EXERCISE INSTRUCTIONS: From the first line through the line containing "of the angles;", transcribe the records exactly and include no other lines.
[Opening EXERCISE INPUTS section]
"""Neumann's integral for two parallel turns, averaged over the heights of their windings.

A turn is a rounded rectangle: straight sides and four quarter circles, the two turns with the
same straight sides and different corner radii, one around the other. With 1/distance averaged
over both heights beforehand, only plane integrals are left:

* straight with straight: closed form;
* straight with corner: closed form along the straight, quadrature over the corner's angle;
* corner with itself: quadrature over the difference of the angles;
* corner with another corner: quadrature over both angles.

Where two turns run close to each other the integrands peak at the scale of their distance. The
substitution angle = c sinh(t) spreads that peak, for any distance however small, so that a fixed
number of Gauss points serves every shape.
"""

from collections.abc import Sequence
from functools import lru_cache
from typing import Final, NamedTuple

import numpy as np
from numpy.typing import NDArray

Array = NDArray[np.float64]
Lags = Sequence[tuple[float, float]]

_QUARTER: Final = np.pi / 2.0
_POINTS_ALONG_CORNER: Final = 32
_POINTS_BETWEEN_CORNERS: Final = 16
# Two corners meet in a point, not along a line: what lies nearer than this angle to the meeting
# point carries less than 1e-8 of the whole, and need not be spread.
_NEAREST_ANGLE: Final = 0.002
_TINY: Final = 1e-150


@lru_cache(maxsize=64)
def gauss_points(count: int) -> tuple[Array, Array]:
    """Return nodes and weights of Gauss and Legendre's rule on the interval from 0 to 1."""
    nodes, weights = np.polynomial.legendre.leggauss(count)
    return (nodes + 1.0) / 2.0, weights / 2.0


def height_lags(height_a: float, height_b: float, distance: float) -> Lags:
    """Return the separations, with weights, that average a kernel over two heights.

    The average over both heights of f(z - z') is the weighted sum of f's second antiderivative
    at these separations (m; weights in 1/m2). `distance` is that of the mid-planes. Weights add
    up to zero, so the antiderivative may be reckoned from its value at 0.
    """
    half_sum, half_difference = (height_a + height_b) / 2.0, (height_a - height_b) / 2.0
    weights: dict[float, float] = {}
    for lag, sign in (
        (distance + half_sum, 1.0),
        (distance - half_sum, 1.0),
        (distance + half_difference, -1.0),
        (distance - half_difference, -1.0),
    ):
        weights[abs(lag)] = weights.get(abs(lag), 0.0) + sign / (height_a * height_b)
    return tuple((lag, weight) for lag, weight in weights.items() if lag > 0.0 and weight != 0.0)


def profile_lags(profile_a: Sequence[float], profile_b: Sequence[float], step: float) -> Lags:
    """Return the separations, with weights, for uneven densities over one and the same height.

    The profiles are shares of turns in equal slices of height `step` (m). Averages as
    `height_lags`, weighted by both shares.
    """
    overlap = np.correlate(profile_a, profile_b, mode="full")
    bends = np.diff(overlap, 2, prepend=[0.0, 0.0], append=[0.0, 0.0])
    middle = len(bends) // 2
    folded = bends[middle + 1 :] + bends[:middle][::-1]
    # Even slices cancel but for rounding: leave out what carries nothing.
    heavy = np.abs(folded) > 1e-13 * np.abs(folded).max()
    steps = np.arange(1, middle + 1)
    return tuple(
        (float(k) * step, float(weight) / step**2)
        for k, weight in zip(steps[heavy], folded[heavy], strict=True)
    )


class TurnPairs(NamedTuple):
    """Corner radii of pairs of turns, m, above zero.

    `apart` is a - b, not zero but as small as may be: kept because the difference would round.
    """

    a: Array
    b: Array
    apart: Array


def turn_integral(straight_x: float, straight_y: float, pairs: TurnPairs, lags: Lags) -> Array:
    """Return the height-averaged Neumann integral of pairs of turns.

    Args:
        straight_x, straight_y: straight sides of all turns, m.
        pairs: corner radii.
        lags: from `height_lags` or `profile_lags`.

    Returns:
        Integral of (ds . ds') / distance in m, one for each pair; times mu0/(4 pi) it is their
        mutual inductance.
    """
    if straight_x == 0.0 and straight_y == 0.0:
        return _circles(pairs, lags)
    # A coil with one pair of straights has half circles at its ends, whose points see each other
    # along one arc; let those straights lie along x.
    along, across = max(straight_x, straight_y), min(straight_x, straight_y)
    total = _same_corner(pairs, np.pi if across == 0.0 else _QUARTER, lags)
    for side, other in ((along, across), (across, along)):
        if side > 0.0:
            total += _straights(side, other, pairs, lags)
            total += _straights_with_corners(side, other, pairs, lags)
            total += _corners_across_straight(side, pairs, lags)
    total += _opposite_corners(along, across, pairs, lags)
    return total


def _angles_from_junction(pairs: TurnPairs, end: float) -> tuple[Array, Array]:
    """Angles from 0 to `end` with weights, crowded at 0 on the scale of the turns' distance."""
    nodes, weights = gauss_points(_POINTS_ALONG_CORNER)
    scale = (np.abs(pairs.apart) / np.sqrt(pairs.a * pairs.b))[:, None]
    return _spread(scale, end, nodes, weights)


def _spread(scale: Array, end: float, nodes: Array, weights: Array) -> tuple[Array, Array]:
    reach = np.arcsinh(end / scale)
    t = reach * nodes
    return scale * np.sinh(t), weights * reach * scale * np.cosh(t)


def _arc_distance(pairs: TurnPairs, angle: Array) -> Array:
    chord = 2.0 * np.sqrt(pairs.a * pairs.b)[:, None] * np.sin(angle / 2.0)
    return _length(pairs.apart[:, None], chord)


def _length(x: Array, y: Array | float) -> Array:
    # numpy's hypot guards against overflow, which no coil needs, at five times the time.
    return np.sqrt(x * x + y * y)


def _sum(values: Array) -> Array:
    """Sum of all that belongs to each pair of turns."""
    total: Array = values.reshape(len(values), -1).sum(axis=1)
    return total


def _circles(pairs: TurnPairs, lags: Lags) -> Array:
    angle, weight = _angles_from_junction(pairs, np.pi)
    kernel = _point(_arc_distance(pairs, angle), lags)
    return 4.0 * np.pi * pairs.a * pairs.b * _sum(weight * np.cos(angle) * kernel)


def _same_corner(pairs: TurnPairs, span: float, lags: Lags) -> Array:
    """Arcs of both turns around the same centre, each over `span`, for the whole coil."""
    angle, weight = _angles_from_junction(pairs, span)
    kernel = _point(_arc_distance(pairs, angle), lags)
    # So many pairs of points on the two arcs differ by that angle, in either direction.
    times = 2.0 * (span - angle)
    arcs = 2.0 * np.pi / span
    return arcs * pairs.a * pairs.b * _sum(weight * times * np.cos(angle) * kernel)


def _straights(side: float, other: float, pairs: TurnPairs, lags: Lags) -> Array:
    """Straight sides of one direction: each with its neighbour and against the opposite one."""
    near, far = np.abs(pairs.apart), other + pairs.a + pairs.b
    return 4.0 * (_line_with_line(side, near, lags) - _line_with_line(side, far, lags))


def _straights_with_corners(side: float, other: float, pairs: TurnPairs, lags: Lags) -> Array:
    """Straight sides of one direction with all corners, each turn's with the other's."""
    angle, weight = _angles_from_junction(pairs, _QUARTER)
    sine, cosine, sagitta = np.sin(angle), np.cos(angle), 2.0 * np.sin(angle / 2.0) ** 2
    total = np.zeros_like(pairs.a)
    for corners, beyond in ((pairs.a, -pairs.apart), (pairs.b, pairs.apart)):
        corner = corners[:, None]
        start = corner * sine
        near = np.maximum(np.abs(beyond[:, None] + corner * sagitta), _TINY)
        far = other + corner * cosine + corner + beyond[:, None]
        seen = (
            _line(start + side, near, lags)
            - _line(start, near, lags)
            - _line(start + side, far, lags)
            + _line(start, far, lags)
        )
        total += 4.0 * _sum(weight * corner * cosine * seen)
    return total


def _corners_across_straight(side: float, pairs: TurnPairs, lags: Lags) -> Array:
    """Corners at both ends of a straight side, for the whole coil."""
    nodes, weights = gauss_points(_POINTS_BETWEEN_CORNERS)
    gap = _length(pairs.apart, side) / np.sqrt(pairs.a * pairs.b)
    angle, weight = _spread(np.maximum(gap, _NEAREST_ANGLE)[:, None], _QUARTER, nodes, weights)
    from_a, from_b = angle[:, :, None], angle[:, None, :]
    a, b = pairs.a[:, None, None], pairs.b[:, None, None]
    distance = _length(
        side + a * np.sin(from_a) + b * np.sin(from_b), a * np.cos(from_a) - b * np.cos(from_b)
    )
    kernel = np.cos(from_a + from_b) * _point(distance, lags)
    return 4.0 * pairs.a * pairs.b * _sum(weight[:, :, None] * weight[:, None, :] * kernel)


def _opposite_corners(side: float, other: float, pairs: TurnPairs, lags: Lags) -> Array:
    """Corners opposite each other across the middle, for the whole coil."""
    nodes, weights = gauss_points(_POINTS_BETWEEN_CORNERS)
    angle, weight = _QUARTER * nodes, _QUARTER * weights
    from_a, from_b = angle[None, :, None], angle[None, None, :]
    a, b = pairs.a[:, None, None], pairs.b[:, None, None]
    distance = _length(
        side + a * np.cos(from_a) + b * np.cos(from_b),
        other + a * np.sin(from_a) + b * np.sin(from_b),
    )
    kernel = -np.cos(from_a - from_b) * _point(distance, lags)
    return 4.0 * pairs.a * pairs.b * _sum(np.multiply.outer(weight, weight) * kernel)


# Antiderivatives of 1/R with R^2 = x^2 + q^2 + z^2, less their value at z = 0. With `rise` = R
# less its value at z = 0, asinh(z/flat) is log1p((z + rise)/flat): nothing cancels for small z.


def _point(distance: Array, lags: Lags) -> Array:
    """1/R integrated twice over z: two points at a plane distance."""
    total = np.zeros_like(distance)
    for z, weight in lags:
        rise = z * z / (_length(distance, z) + distance)
        total += weight * (z * np.log1p((z + rise) / distance) - rise)
    return total


def _line(x: Array, q: Array, lags: Lags) -> Array:
    """1/R integrated twice over z and once over x, for x not negative: a point and a line."""
    total = np.zeros_like(x)
    for z, weight in lags:
        flat, slant, rise, tilted, drop = _legs(x, q, z)
        total += weight * (
            x * (z * np.log1p((z + rise) / flat) - 0.5 * rise)
            + 0.5 * (z * z * tilted + q * q * drop)
            - q * z * np.arctan2(x * z, q * slant)
        )
    return total


def _line_with_line(side: float, q: Array, lags: Lags) -> Array:
    """1/R integrated twice over z and twice over x: equal lines side by side, halved."""
    return _twice(np.full_like(q, side), q, lags) - _twice(np.zeros_like(q), q, lags)


def _twice(x: Array, q: Array, lags: Lags) -> Array:
    total = np.zeros_like(x)
    for z, weight in lags:
        flat, slant, rise, tilted, drop = _legs(x, q, z)
        total += weight * (
            0.5 * (x * x - q * q) * z * np.log1p((z + rise) / flat)
            + 0.5 * x * (z * z * tilted + q * q * drop)
            - ((x * x - 2.0 * q * q) * rise + z * z * slant) / 6.0
            - q * x * z * np.arctan2(x * z, q * slant)
        )
    return total


def _legs(x: Array, q: Array, z: float) -> tuple[Array, Array, Array, Array, Array]:
    """Distances without and with z, their difference, asinh(x/e) and asinh(x/q) - asinh(x/e).

    e is the length of q and z together.
    """
    flat = _length(x, q)
    slant = _length(flat, z)
    rise = z * z / (slant + flat)
    tilted = np.log((x + slant) / _length(q, z))
    drop = 0.5 * np.log1p((z / q) ** 2) - np.log1p(rise / (x + flat))
    return flat, slant, rise, tilted, drop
[Closing EXERCISE INPUTS section]
SOLVED EXERCISE:
"""Neumann's integral for two parallel turns, averaged over the heights of their windings.

A turn is a rounded rectangle: straight sides and four quarter circles, the two turns with the
same straight sides and different corner radii, one around the other. With 1/distance averaged
over both heights beforehand, only plane integrals are left:

* straight with straight: closed form;
* straight with corner: closed form along the straight, quadrature over the corner's angle;
* corner with itself: quadrature over the difference of the angles;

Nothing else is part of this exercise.